§ Exercise description
Reproduce only the top of the records, down to and including the line containing "check_pool_settings(defaults_);".

§ Given information
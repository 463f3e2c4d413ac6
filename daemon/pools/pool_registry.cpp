#include "pool_registry.h"

namespace yoke::daemon {

void check_pool_settings(const PoolSettings& settings) {
  Pool(settings.mode, settings.limits, settings.churn_bonus);
}

PoolRegistry::PoolRegistry(PoolSettings defaults, std::map<std::string, PoolSettings> declared)
    : defaults_(std::move(defaults)), declared_(std::move(declared)) {
  check_pool_settings(defaults_);
  for (const auto& [name, settings] : declared_) check_pool_settings(settings);
}

const PoolSettings& PoolRegistry::settings_for(const std::string& name) const {
  const auto it = declared_.find(name);
  return it == declared_.end() ? defaults_ : it->second;
}

bool PoolRegistry::may_create(const std::string& name, std::size_t max_pools) const {
  if (is_declared(name)) return true;
  return declared_.size() < max_pools && undeclared_ < max_pools - declared_.size();
}

Pool& PoolRegistry::pool(const std::string& name) {
  auto& slot = pools_[name];
  if (!slot) {
    if (!is_declared(name)) ++undeclared_;
    slot = make_aside(name);
  }
  return *slot;
}

std::unique_ptr<Pool> PoolRegistry::make_aside(const std::string& name) const {
  const PoolSettings& settings = settings_for(name);
  return std::make_unique<Pool>(settings.mode, settings.limits, settings.churn_bonus);
}

Pool* PoolRegistry::find(const std::string& name) {
  const auto it = pools_.find(name);
  return it == pools_.end() ? nullptr : it->second.get();
}

void PoolRegistry::put(const std::string& name, std::unique_ptr<Pool> pool) {
  auto& slot = pools_[name];
  if (!slot && !is_declared(name)) ++undeclared_;
  slot = std::move(pool);
  if (!slot) erase(name);  // a null pool is no pool: the slot stays free
}

std::unique_ptr<Pool> PoolRegistry::erase(const std::string& name) {
  const auto it = pools_.find(name);
  if (it == pools_.end()) return nullptr;
  std::unique_ptr<Pool> pool = std::move(it->second);
  pools_.erase(it);
  if (!is_declared(name)) --undeclared_;
  return pool;
}

std::vector<std::string> PoolRegistry::names() const {
  std::vector<std::string> names;
  for (const auto& entry : pools_) names.push_back(entry.first);
  return names;
}

}  // namespace yoke::daemon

§ Solution to this problem
repository 463f3e2c4d413ac6
filename daemon/pools/pool_registry.cpp
#include "pool_registry.h"

namespace yoke::daemon {

void check_pool_settings(const PoolSettings& settings) {
  Pool(settings.mode, settings.limits, settings.churn_bonus);
}

PoolRegistry::PoolRegistry(PoolSettings defaults, std::map<std::string, PoolSettings> declared)
    : defaults_(std::move(defaults)), declared_(std::move(declared)) {
  check_pool_settings(defaults_);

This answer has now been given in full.